京都大学外科学教室の大動物実験は、小澤名誉教授や山岡前教授の時代からの伝統的な実験手法であり、今日の京都大学肝臓外科の礎になっている研究です。多くの壁を乗り越えて、素晴らしいデータが出て、学会発表や論文掲載につながることを強く望む次第です。
まずシンポジウムの始まりとして、あらかじめ各施設にお願いしていたアンケートの集計を大津市民病院の光吉先生(S61卒)から報告して頂きました(「京都大学関係病院における肝切除を伴う胆道癌の現状」)。
次に、一般演題を5題発表して頂きました。
① 「肝門部胆管癌に対する左3区域切除術」
三菱京都病院 中内雅也先生(H18卒)
② 「肝門浸潤型肝内胆管癌に対する肝動脈・門脈再建を伴う左3区域切除の経験」
田附興風会北野病院 飯田拓先生(H9卒)
③ 「動門脈合併切除再建を要した肝門浸潤型肝内胆管癌 ~3D CT cholangiographyによる手術プラニングと手術手技」
京都大学肝胆膵・移植外科 田浦康二朗先生(H6卒)
④ 「肝門部胆管癌に対する右葉尾状葉切除兼胆管切除術における手技のポイント」
東京女子医科大学消化器外科 樋口亮太先生(H9卒)
⑤ 「Bismuth-Corlette type IV肝門部胆管癌に対する右三区域切除術」
国立病院機構京都医療センター 成田匡人先生(H11卒)
いずれのビデオも高難度でありながら丁寧な手術が行われており、各発表の後には刺激的かつ教育的な討論で盛り上がりました。また、昨年江川先生が東京女子医大の教授に就任されたことが縁となって、今回は東京女子医大の胆道グループのチーフを務める樋口先生からも演題を発表して頂きました。新しい人的交流が始まり、非常に嬉しい限りです。

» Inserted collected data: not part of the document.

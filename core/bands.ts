/**
 * The amateur low bands, the one place for them: each band's edges, its default design
 * frequency, and its segments (the CW end and the phone part). The planner designs for the part
 * of each band the user chooses (settings.operating; the default is the CW end's centre as
 * before), the SWR plot spans the band's edges and the build sheet states the part.
 *
 * Edges: the widest allocation among the three IARU regions (160 m 1.8–2.0, 80 m 3.5–4.0, 40 m
 * 7.0–7.3 MHz); segments: common band-plan practice (IARU Region 2 and the US), from memory; your
 * own licence and band plan may allow less.
 */
import type { Band } from './project/schema.ts';

export type BandPart = 'cw' | 'phone';

export interface BandInfo {
  band: Band;
  /** Band edges, MHz. */
  edgesMHz: [number, number];
  /** The design frequency used when the user has chosen nothing, MHz (the CW segment's centre). */
  defaultDesignMHz: number;
  /** Segments with the frequency a design for them is made at, MHz. */
  segments: Record<BandPart, { lowMHz: number; highMHz: number; designMHz: number; label: string }>;
}

/** A segment as [low edge, high edge, design frequency], MHz. */
type SegmentMHz = [number, number, number];

/** One band's entry; its default design frequency is the CW segment's. */
function bandInfo(band: Band, edgesMHz: [number, number], cw: SegmentMHz, phone: SegmentMHz): BandInfo {
  const segment = ([lowMHz, highMHz, designMHz]: SegmentMHz, label: string) => ({
    lowMHz,
    highMHz,
    designMHz,
    label,
  });
  return {
    band,
    edgesMHz,
    defaultDesignMHz: cw[2],
    segments: { cw: segment(cw, 'CW end'), phone: segment(phone, 'phone') },
  };
}

export const BAND_INFO: Record<Band, BandInfo> = {
  '160m': bandInfo('160m', [1.8, 2.0], [1.8, 1.86, 1.83], [1.84, 2.0, 1.9]),
  '80m': bandInfo('80m', [3.5, 4.0], [3.5, 3.6, 3.55], [3.6, 4.0, 3.8]),
  '40m': bandInfo('40m', [7.0, 7.3], [7.0, 7.1, 7.05], [7.1, 7.3, 7.2]),
};

/** The user's choice for one band: a segment, or their own frequency or span (MHz, inside the band). */
export type OperatingChoice = { part: BandPart } | { part: 'custom'; lowMHz: number; highMHz: number };

/** The span the user operates in on a band and the frequency designs are made at (its centre), MHz. */
export function operatingSpan(
  band: Band,
  choice: OperatingChoice | undefined,
): { lowMHz: number; highMHz: number; designMHz: number; label: string } {
  const info = BAND_INFO[band];
  if (!choice) return { ...info.segments.cw, designMHz: info.defaultDesignMHz };
  if (choice.part === 'custom') {
    const designMHz = (choice.lowMHz + choice.highMHz) / 2;
    return {
      lowMHz: choice.lowMHz,
      highMHz: choice.highMHz,
      designMHz,
      label:
        choice.lowMHz === choice.highMHz
          ? `${choice.lowMHz.toFixed(3)} MHz`
          : `${choice.lowMHz.toFixed(3)}–${choice.highMHz.toFixed(3)} MHz`,
    };
  }
  return info.segments[choice.part];
}

/** How a candidate's 2:1 band lies over the span the user operates in. */
export type OperatingFit = 'inside' | 'partly' | 'outside';

/**
 * Whether the user's span lies inside the candidate's 2:1 band (an edge beyond the sweep, null,
 * counts as reaching past the span), partly, or not at all (no 2:1 band without a match).
 */
export function operatingFit(
  c: {
    feed: { swr: number };
    bandwidth2to1: { lowMHz: number | null; highMHz: number | null; widthKHz: number };
  },
  span: { lowMHz: number; highMHz: number },
): OperatingFit {
  const bw = c.bandwidth2to1;
  if (c.feed.swr > 2 || !(bw.widthKHz > 0)) return 'outside';
  const lo = bw.lowMHz ?? -Infinity;
  const hi = bw.highMHz ?? Infinity;
  if (lo <= span.lowMHz && hi >= span.highMHz) return 'inside';
  return lo < span.highMHz && hi > span.lowMHz ? 'partly' : 'outside';
}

さて5年前にこのセミナーを立ち上げた際に、猪飼先生が「いつか肝門部胆管癌のビデオを見せ合える、そんなレベルの会になればいいのになあ….」とおっしゃっていたことが思い出されました。また懇親会の席では、財間先生が「まさか肝門部胆管癌がテーマでセミナーが出来るとは思っていなかったよ!」と嬉しい驚嘆の声を発していらっしゃいました。5年間10回のセミナーの経験を経て、京都大学関係病院全体のレベルアップが図れたことを認識できた、今回のセミナーでした。
そして最後は、北海道大学大学院医学研究科 外科学講座消化器外科学分野Ⅱの平野聡教授からの特別講演「胆道癌に対する外科治療の現在とこれから-タコシールを用いた術中止血法の実際を含めて-」です。胆道癌全般にわたって、一般臨床病院での胆道外科の実地にfeedback出来る盛りだくさんの内容を、北大の治療成績やup-to-dateの情報を交えながら、非常に分かりやすく、そして面白くお話しして頂きました。非常に感銘を受けました!お招きできて本当に良かったです。懇親会で多くの先生と話しましたが、皆さんのテンションは興奮で上がりまくっていました!
さて、これで節目の第10回セミナーの開催を無事に終えることが出来ました。
第1回セミナーの幹事会で、静岡市立静岡病院の宮下先生に「5年間は3人の先生方で思うようにこのセミナーを運営していって下さい」とお墨付きを頂き、以後、光吉先生・波多野先生と文字通り二人三脚(三人四脚!?)でいろいろと知恵を絞り、工夫を凝らしながらやってきました。その無骨な想いが伝わったのでしょうか、毎回100名近くの先生方に参加して頂き、かつ「楽しいで!」「おもろい会やなあ~」「次も楽しみにしてるでえ!」といったお言葉を頂戴できる、そんな研究会に皆様に育てて頂いたのは本当に感無量です。
昨年頃から、「10回が過ぎれば新しい、若い世代に運営を譲ろう」、と3人で話していましたので、これを機会に私と光吉先生は事務局の立場から退くことにしました。なお波多野先生は、大学とのパイプ役として,引き続き事務局に残って頂くことになりました。
さて、今後は若い世代の3人の先生、小倉記念病院の藤川先生(H4卒)、京都桂病院の西躰先生(H4卒)、倉敷中央病院の安近先生(H5卒)にバトンを渡します。次世代の観点と自由な発想でこのセミナーを運営して頂ければ幸甚です。
同門の先生方には、今までと変わらないご支援とご協力を頂くことをお願いし、このセミナーがますます発展することを切に祈る次第であります。